By the beginning of September 1914, 43 men — including all but one of the unmarried orchardists — had left Walhachin for active service, leaving only older and married men to continue working the land. Some of the married men also enlisted, often taking their families back to England with them.

The war that many had prophesied would be over by Christmas 1914 dragged on until November 1918, and as more and more men left Walhachin to fight, the decreasing number of people left in the community found it harder and harder to continue the backbreaking and never-ending work needed to maintain the orchards and the 12-mile-long flume that brought water to them. Some of the men who enlisted did return at the end of the war, but many more decided that they had had enough of being gentleman farmers, and opted to either remain in Britain or seek a less difficult life elsewhere.

Another reason so many men might have been eager to join up in 1914 was because the life of an orchardist in an isolated community in western Canada was not to their liking after all. Contemporary records show that many of the orchardists would return to Britain during the winter months, and those of the upper classes tended to look down on the British people in the community who they felt were beneath them in social status. Most of the British emigrants as a whole — no matter what their background — looked down on the non-British residents of the area, and kept themselves somewhat aloof from the neighbouring communities.

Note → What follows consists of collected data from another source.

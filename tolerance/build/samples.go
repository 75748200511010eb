package build

import "batchwright/tolerance/tape"

// compileSamples makes, for every target on an output, a node for each
// condition but the reference: the reading there of the point that reads the
// output, or the output itself where no point does.
func (c *compiler) compileSamples(settings []tape.Ref) {
	environments := map[int]*environment{} // loaded, by point and condition
	for t, target := range c.Build.Targets {
		if target.Trim >= 0 {
			continue
		}
		point := c.pointOf(target.Output)
		for k, condition := range target.At {
			if condition == 0 && target.ChangeFrom <= 0 {
				continue // the bench is there
			}
			s := Sample{Target: t, Condition: condition, Point: point, Unloaded: c.Outputs[c.Targets[t].Outputs[k]].Node}
			s.Loaded = s.Unloaded
			if point >= 0 {
				s.Loaded = c.readingAt(environments, settings, point, condition)
				if target.ChangeFrom >= 0 {
					s.Loaded = c.Graph.Sub(s.Loaded, c.readingAt(environments, settings, point, target.ChangeFrom))
				}
			}
			c.Samples = append(c.Samples, s)
		}
	}
}

// pointOf is the point that reads an output; -1 where none does.
func (c *compiler) pointOf(name OutputName) int {
	for i, p := range c.Points {
		if p.Stage.Name == name.Stage && p.Stage.Kind.Points[p.Index].Name == name.Output {
			return i
		}
	}
	return -1
}

// readingAt is a point's loaded reading at a condition.
func (c *compiler) readingAt(made map[int]*environment, settings []tape.Ref, point, condition int) tape.Ref {
	p := c.Points[point]
	key := point*len(c.Build.Conditions) + condition
	if made[key] == nil {
		made[key] = c.loadedEnvironment(condition, settings, p.Stage, p.Index, p.Instrument)
	}
	return c.equation(made[key], p.Stage, p.Stage.Kind.Points[p.Index].Name)
}
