package build

import (
	"fmt"

	"batchwright/bom/part"
	"batchwright/tolerance/scatter"
	"batchwright/tolerance/tape"
)

// shaped is a figure given by a shape: its formula with every dimension as it
// comes out, times how far the formula is off, times what temperature, humidity
// and age do. The formula is off by the same on every unit, and on every coil
// wound alike: pieces of one lot that have everything in common.
func (c *compiler) shaped(e *environment, x source, shape *Geometry, s part.Scatter) tape.Ref {
	figure, err := shape.lower(c.Graph, "value", func(m *Measure) tape.Ref { return c.measured(e, x, m) })
	if err != nil {
		c.fail(fmt.Errorf("build: %s: %w", x.ref, err))
		return c.Graph.Constant(0)
	}
	first := x.ref
	if x.line != "" {
		first = c.lots[x.line]
	}
	model := c.input(x.ref, "model", scatter.Column{
		Shape: s.Shape, Lot: lot(first, "model"), Rho: 1, HalfWidth: s.Tolerance, Stream: stream(x.ref, "model"),
	})
	g := c.Graph
	return g.Mul(g.Mul(figure, g.Add(g.Constant(1), model)), c.surround(e, x, s))
}

// measured is one dimension. Each piece has its own.
func (c *compiler) measured(e *environment, x source, m *Measure) tape.Ref {
	if m.Reference != "" {
		return c.referred(e, m.Reference)
	}
	own := source{ref: x.ref, prefix: m.Name + " ", stage: x.stage}
	return c.element(e, own, m.Parameter, m.Name)
}

// references are what a setting takes its figure from.
func (s *Setting) references() []string {
	list := []string{s.Reference}
	if s.Geometry != nil {
		for _, m := range s.Geometry.Measures {
			list = append(list, m.Reference)
		}
	}
	return list
}
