// TestReadBackRenamed has two sheets bear each other's names: the grid goes by
// the names of its parts.
func TestReadBackRenamed(t *testing.T) {
	p := sample(2)
	rail, _ := rowOfPoint(t, p, "rails.voltage")
	back := readBack(t, edited(t, p, func(f *excelize.File) {
		set(t, f, testSheet, cellOf(2, rail), 12.02)
		for _, n := range [][2]string{{testSheet, "x"}, {trimsSheet, testSheet}, {"x", trimsSheet}} {
			if err := f.SetSheetName(n[0], n[1]); err != nil {
				t.Fatal(err)
			}
		}
	}), p)
	got := findingLines(back.Findings)
	if v := of(back.Filled, "rails.voltage", 2); v != 12.02 || !strings.Contains(got, "moved Trims!A1: the sheet was renamed: Trims|Test sheet\n") ||
		!strings.Contains(got, "moved Test sheet!A1: the sheet was renamed: Test sheet|Trims\n") {
		t.Errorf("read %v\n%s", v, got)
	}
}

// TestReadBackCopied has a copy of the test sheet under its name: the one that
// the names point to is read.
func TestReadBackCopied(t *testing.T) {
	p := sample(2)
	rail, _ := rowOfPoint(t, p, "rails.voltage")
	back := readBack(t, edited(t, p, func(f *excelize.File) {
		if err := f.SetSheetName(testSheet, "Bench 4"); err != nil {
			t.Fatal(err)
		}
		to, err := f.NewSheet(testSheet)
		if err != nil {
			t.Fatal(err)
		}
		from, err := f.GetSheetIndex("Bench 4")
		if err != nil {
			t.Fatal(err)
		}
		if err := f.CopySheet(from, to); err != nil {
			t.Fatal(err)
		}
		for _, n := range f.GetDefinedName() { // a spreadsheet program does this by itself
			if strings.HasPrefix(n.Name, "plan_") && strings.Contains(n.RefersTo, testSheet) {
				name := excelize.DefinedName{Name: n.Name, RefersTo: strings.ReplaceAll(n.RefersTo, testSheet, "Bench 4")}
				if err := errors.Join(f.DeleteDefinedName(&excelize.DefinedName{Name: n.Name}), f.SetDefinedName(&name)); err != nil {
					t.Fatal(err)
				}
			}
		}
		set(t, f, "Bench 4", cellOf(2, rail), 12.02)
		set(t, f, testSheet, cellOf(2, rail), 11.9)
	}), p)
	if v := of(back.Filled, "rails.voltage", 2); v != 12.02 {
		t.Errorf("read %v, want 12.02\n%s", v, findingLines(back.Findings))
	}
	if got := findingLines(back.Findings); !strings.Contains(got, "added Test sheet!A1: a sheet that the plan does not have") {
		t.Error(got)
	}
}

Finally, it is difficult to overstate the wave of jingoism in the air when war was declared in 1914. Men who had not been old enough to take part in the second Boer War (1899–1902) were eager to sign up in a new one, and many would have been familiar with the words of the Roman poet Horace: Dulce et decorum est pro patria mori (“It is sweet and proper to die for one’s country”). Entire streets, factories, and businesses saw their young men of fighting age enlist en masse; Walhachin was an example of a whole community where the same thing happened.

A cenotaph commemorating the more than 100 men from Walhachin who enlisted and fought in World War I was unveiled as part of the third annual Walhaschindig on June 16, 2018, with more than 80 people gathering to mark the occasion. Event emcee Barbara Roden, who researched and wrote the wording on the cenotaph, said during her address that “It is fitting that these men are now being honoured with a cenotaph. From coast to coast, in villages, towns, and cities, cenotaphs are places of gathering, commemoration, and remembrance. If any community in Canada deserves a cenotaph, it is Walhachin.

“This cenotaph will stand as a tribute to all of the Walhachin soldiers who served their country: those who are known, and those who remain unknown. We will remember them.”